- Work instructions -
Only the lines below, from the one with "total += f[c];" through the one with "findSession(id: number): Promise<PracticeSession", are to be written out, exactly.

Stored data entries
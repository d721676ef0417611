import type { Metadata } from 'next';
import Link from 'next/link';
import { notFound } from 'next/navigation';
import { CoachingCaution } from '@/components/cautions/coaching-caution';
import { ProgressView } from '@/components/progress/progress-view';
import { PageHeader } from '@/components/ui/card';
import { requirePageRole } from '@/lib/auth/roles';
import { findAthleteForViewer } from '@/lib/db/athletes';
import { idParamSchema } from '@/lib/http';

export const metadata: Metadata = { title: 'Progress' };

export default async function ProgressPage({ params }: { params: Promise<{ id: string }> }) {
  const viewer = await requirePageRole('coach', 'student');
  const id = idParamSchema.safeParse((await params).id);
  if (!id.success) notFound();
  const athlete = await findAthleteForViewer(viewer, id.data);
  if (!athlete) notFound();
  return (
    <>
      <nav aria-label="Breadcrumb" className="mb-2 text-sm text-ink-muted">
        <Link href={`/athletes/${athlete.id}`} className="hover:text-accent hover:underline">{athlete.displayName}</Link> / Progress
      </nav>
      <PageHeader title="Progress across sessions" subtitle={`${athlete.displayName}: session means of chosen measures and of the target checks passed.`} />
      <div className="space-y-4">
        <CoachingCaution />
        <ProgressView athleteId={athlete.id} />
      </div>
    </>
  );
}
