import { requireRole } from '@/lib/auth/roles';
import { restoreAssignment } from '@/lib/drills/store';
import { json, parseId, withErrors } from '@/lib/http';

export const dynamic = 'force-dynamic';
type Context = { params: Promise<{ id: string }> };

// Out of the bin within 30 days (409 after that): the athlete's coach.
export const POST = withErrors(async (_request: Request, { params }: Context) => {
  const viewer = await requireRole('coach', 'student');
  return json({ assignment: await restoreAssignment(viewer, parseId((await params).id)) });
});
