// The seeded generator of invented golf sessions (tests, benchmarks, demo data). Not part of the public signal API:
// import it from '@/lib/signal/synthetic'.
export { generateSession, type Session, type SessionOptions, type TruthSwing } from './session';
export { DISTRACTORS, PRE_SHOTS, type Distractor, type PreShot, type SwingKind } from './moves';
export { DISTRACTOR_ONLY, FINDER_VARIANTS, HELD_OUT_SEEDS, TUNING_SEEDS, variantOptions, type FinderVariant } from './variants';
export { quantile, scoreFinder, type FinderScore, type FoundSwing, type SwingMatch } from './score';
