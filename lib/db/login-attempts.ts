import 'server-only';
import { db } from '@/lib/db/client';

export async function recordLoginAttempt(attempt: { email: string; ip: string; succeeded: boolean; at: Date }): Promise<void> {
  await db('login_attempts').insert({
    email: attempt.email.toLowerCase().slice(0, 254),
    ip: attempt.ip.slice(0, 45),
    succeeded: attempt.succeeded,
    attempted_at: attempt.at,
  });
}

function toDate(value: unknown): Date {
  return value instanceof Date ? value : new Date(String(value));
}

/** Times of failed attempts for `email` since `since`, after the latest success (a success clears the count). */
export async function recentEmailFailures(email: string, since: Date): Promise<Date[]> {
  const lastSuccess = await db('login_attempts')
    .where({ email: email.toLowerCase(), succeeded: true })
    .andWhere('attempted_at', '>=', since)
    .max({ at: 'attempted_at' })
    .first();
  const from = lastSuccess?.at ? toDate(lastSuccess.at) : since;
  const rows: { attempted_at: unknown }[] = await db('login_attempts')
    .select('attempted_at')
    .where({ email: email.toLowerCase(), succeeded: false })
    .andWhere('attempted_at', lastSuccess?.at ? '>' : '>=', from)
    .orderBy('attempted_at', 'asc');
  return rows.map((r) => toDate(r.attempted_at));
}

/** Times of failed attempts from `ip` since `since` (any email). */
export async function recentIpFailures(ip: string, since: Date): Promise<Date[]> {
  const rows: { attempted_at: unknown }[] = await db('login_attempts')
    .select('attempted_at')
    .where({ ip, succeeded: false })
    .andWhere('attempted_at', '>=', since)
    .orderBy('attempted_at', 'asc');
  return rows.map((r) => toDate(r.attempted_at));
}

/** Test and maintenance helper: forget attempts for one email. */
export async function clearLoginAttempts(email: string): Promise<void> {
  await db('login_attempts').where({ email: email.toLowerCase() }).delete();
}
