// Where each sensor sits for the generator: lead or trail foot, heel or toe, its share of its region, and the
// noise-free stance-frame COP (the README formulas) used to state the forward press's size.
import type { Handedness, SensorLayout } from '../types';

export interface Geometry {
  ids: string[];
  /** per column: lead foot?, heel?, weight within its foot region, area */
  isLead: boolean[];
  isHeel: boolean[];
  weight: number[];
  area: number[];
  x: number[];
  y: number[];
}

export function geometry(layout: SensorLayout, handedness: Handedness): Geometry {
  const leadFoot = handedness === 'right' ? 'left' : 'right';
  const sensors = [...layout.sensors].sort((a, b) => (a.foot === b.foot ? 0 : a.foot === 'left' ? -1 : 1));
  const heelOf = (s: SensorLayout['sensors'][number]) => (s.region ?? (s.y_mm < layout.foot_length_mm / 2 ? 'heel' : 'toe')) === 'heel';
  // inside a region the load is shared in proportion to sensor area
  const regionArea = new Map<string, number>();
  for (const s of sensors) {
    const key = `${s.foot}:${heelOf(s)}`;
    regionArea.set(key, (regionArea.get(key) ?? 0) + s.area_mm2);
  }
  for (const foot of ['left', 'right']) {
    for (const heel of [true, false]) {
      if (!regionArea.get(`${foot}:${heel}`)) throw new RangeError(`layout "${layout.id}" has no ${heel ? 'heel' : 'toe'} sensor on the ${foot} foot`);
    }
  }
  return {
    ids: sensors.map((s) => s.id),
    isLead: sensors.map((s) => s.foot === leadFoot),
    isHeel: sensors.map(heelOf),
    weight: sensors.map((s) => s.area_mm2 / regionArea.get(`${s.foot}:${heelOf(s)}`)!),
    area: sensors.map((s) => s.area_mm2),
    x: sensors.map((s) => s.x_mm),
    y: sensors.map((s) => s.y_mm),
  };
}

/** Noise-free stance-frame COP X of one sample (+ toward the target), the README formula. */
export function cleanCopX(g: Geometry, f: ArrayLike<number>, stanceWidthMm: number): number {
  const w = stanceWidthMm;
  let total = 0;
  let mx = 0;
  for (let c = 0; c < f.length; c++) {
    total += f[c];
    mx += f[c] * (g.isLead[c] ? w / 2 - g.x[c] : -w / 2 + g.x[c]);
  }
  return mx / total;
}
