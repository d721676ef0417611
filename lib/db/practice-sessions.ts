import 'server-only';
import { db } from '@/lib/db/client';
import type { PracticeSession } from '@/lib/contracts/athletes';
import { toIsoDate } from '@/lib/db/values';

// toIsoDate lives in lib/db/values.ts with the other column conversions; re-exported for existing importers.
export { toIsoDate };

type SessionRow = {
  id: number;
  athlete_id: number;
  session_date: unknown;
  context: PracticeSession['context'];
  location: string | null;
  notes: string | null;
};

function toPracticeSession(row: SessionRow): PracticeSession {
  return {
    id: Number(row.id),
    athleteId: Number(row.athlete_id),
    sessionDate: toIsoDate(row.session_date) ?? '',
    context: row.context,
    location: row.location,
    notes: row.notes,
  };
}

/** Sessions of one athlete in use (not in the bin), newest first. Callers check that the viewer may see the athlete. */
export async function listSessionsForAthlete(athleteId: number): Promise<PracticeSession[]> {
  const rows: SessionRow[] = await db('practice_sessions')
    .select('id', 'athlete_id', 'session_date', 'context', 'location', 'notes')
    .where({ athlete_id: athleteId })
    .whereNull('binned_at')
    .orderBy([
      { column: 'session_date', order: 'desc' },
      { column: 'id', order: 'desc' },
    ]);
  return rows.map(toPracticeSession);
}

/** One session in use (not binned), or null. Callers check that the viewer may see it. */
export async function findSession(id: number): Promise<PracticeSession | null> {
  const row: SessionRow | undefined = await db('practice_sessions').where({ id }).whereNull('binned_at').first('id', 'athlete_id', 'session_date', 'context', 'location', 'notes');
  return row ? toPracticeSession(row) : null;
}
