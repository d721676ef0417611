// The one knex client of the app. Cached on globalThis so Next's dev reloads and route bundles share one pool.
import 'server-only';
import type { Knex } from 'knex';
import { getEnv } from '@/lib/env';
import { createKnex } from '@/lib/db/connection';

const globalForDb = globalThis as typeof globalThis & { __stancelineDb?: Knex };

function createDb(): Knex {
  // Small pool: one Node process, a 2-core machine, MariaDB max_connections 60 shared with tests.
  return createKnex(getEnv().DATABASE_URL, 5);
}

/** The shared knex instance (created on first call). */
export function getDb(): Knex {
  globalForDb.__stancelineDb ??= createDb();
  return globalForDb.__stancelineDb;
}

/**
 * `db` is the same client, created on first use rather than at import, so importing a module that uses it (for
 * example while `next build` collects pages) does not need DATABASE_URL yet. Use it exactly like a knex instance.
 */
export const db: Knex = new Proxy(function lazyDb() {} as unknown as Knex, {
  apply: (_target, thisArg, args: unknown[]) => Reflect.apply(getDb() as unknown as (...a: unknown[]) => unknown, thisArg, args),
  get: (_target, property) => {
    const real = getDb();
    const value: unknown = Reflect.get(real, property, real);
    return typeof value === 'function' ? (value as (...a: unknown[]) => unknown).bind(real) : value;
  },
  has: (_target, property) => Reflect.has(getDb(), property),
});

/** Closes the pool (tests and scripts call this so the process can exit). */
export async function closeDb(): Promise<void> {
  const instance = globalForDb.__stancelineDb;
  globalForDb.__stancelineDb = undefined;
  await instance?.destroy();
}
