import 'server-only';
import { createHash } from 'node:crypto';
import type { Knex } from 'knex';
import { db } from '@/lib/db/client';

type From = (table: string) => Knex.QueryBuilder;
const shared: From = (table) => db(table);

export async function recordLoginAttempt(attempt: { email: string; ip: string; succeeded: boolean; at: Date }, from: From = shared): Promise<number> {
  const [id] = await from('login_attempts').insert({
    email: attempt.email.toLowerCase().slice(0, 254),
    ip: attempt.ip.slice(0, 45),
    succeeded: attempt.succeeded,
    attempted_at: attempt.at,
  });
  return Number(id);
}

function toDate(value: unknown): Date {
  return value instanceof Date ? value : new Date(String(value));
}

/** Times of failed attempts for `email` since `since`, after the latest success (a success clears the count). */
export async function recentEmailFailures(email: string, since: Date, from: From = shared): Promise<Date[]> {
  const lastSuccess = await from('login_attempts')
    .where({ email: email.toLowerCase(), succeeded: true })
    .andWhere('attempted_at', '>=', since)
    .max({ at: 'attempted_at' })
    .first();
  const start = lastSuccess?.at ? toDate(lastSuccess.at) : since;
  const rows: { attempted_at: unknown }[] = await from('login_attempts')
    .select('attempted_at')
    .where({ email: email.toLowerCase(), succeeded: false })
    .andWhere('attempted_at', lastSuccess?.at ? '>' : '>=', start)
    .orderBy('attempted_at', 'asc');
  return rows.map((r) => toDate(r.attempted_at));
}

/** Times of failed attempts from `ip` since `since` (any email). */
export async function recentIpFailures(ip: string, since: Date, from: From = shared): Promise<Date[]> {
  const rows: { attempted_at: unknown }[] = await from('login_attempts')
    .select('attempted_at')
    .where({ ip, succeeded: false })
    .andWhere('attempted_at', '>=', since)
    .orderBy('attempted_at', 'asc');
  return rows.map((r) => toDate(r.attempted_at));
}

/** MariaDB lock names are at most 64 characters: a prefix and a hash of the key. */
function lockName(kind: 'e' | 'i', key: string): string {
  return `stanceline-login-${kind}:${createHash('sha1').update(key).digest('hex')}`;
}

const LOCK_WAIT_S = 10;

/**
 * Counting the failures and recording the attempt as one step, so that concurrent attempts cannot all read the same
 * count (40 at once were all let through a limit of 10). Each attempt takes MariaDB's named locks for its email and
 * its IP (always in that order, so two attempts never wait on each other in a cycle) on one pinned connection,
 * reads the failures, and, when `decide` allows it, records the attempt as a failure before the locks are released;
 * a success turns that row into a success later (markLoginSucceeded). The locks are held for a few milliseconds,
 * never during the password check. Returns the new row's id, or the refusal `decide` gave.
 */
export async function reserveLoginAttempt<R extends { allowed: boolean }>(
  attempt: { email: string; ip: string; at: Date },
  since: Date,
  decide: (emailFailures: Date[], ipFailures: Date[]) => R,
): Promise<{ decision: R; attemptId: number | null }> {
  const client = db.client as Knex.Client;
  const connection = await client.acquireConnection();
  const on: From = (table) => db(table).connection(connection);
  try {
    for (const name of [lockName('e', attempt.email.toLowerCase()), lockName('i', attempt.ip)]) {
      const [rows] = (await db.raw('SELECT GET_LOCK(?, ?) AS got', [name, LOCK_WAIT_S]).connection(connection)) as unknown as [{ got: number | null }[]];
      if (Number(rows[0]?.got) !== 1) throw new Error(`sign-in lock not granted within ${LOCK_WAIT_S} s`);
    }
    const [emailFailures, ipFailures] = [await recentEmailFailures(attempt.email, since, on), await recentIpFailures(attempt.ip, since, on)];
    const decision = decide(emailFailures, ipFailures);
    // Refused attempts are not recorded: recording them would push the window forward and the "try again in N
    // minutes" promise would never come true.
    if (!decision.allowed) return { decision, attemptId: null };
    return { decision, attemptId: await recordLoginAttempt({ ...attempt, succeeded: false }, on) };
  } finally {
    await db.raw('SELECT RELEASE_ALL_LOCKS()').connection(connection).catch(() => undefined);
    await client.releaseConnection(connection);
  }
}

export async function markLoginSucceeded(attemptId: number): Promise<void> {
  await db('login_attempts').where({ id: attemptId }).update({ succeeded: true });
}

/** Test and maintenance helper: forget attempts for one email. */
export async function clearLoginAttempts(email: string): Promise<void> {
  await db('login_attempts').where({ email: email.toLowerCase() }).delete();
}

- Solution to the problem -
    total += f[c];
    mx += f[c] * (g.isLead[c] ? w / 2 - g.x[c] : -w / 2 + g.x[c]);
  }
  return mx / total;
}
repository d721676ef0417611
filename lib/db/practice-sessions.ts
import 'server-only';
import { db } from '@/lib/db/client';
import type { PracticeSession } from '@/lib/contracts/athletes';
import { toIsoDate } from '@/lib/db/values';

// toIsoDate lives in lib/db/values.ts with the other column conversions; re-exported for existing importers.
export { toIsoDate };

type SessionRow = {
  id: number;
  athlete_id: number;
  session_date: unknown;
  context: PracticeSession['context'];
  location: string | null;
  notes: string | null;
};

function toPracticeSession(row: SessionRow): PracticeSession {
  return {
    id: Number(row.id),
    athleteId: Number(row.athlete_id),
    sessionDate: toIsoDate(row.session_date) ?? '',
    context: row.context,
    location: row.location,
    notes: row.notes,
  };
}

/** Sessions of one athlete in use (not in the bin), newest first. Callers check that the viewer may see the athlete. */
export async function listSessionsForAthlete(athleteId: number): Promise<PracticeSession[]> {
  const rows: SessionRow[] = await db('practice_sessions')
    .select('id', 'athlete_id', 'session_date', 'context', 'location', 'notes')
    .where({ athlete_id: athleteId })
    .whereNull('binned_at')
    .orderBy([
      { column: 'session_date', order: 'desc' },
      { column: 'id', order: 'desc' },
    ]);
  return rows.map(toPracticeSession);
}

/** One session in use (not binned), or null. Callers check that the viewer may see it. */
export async function findSession(id: number): Promise<PracticeSession | null> {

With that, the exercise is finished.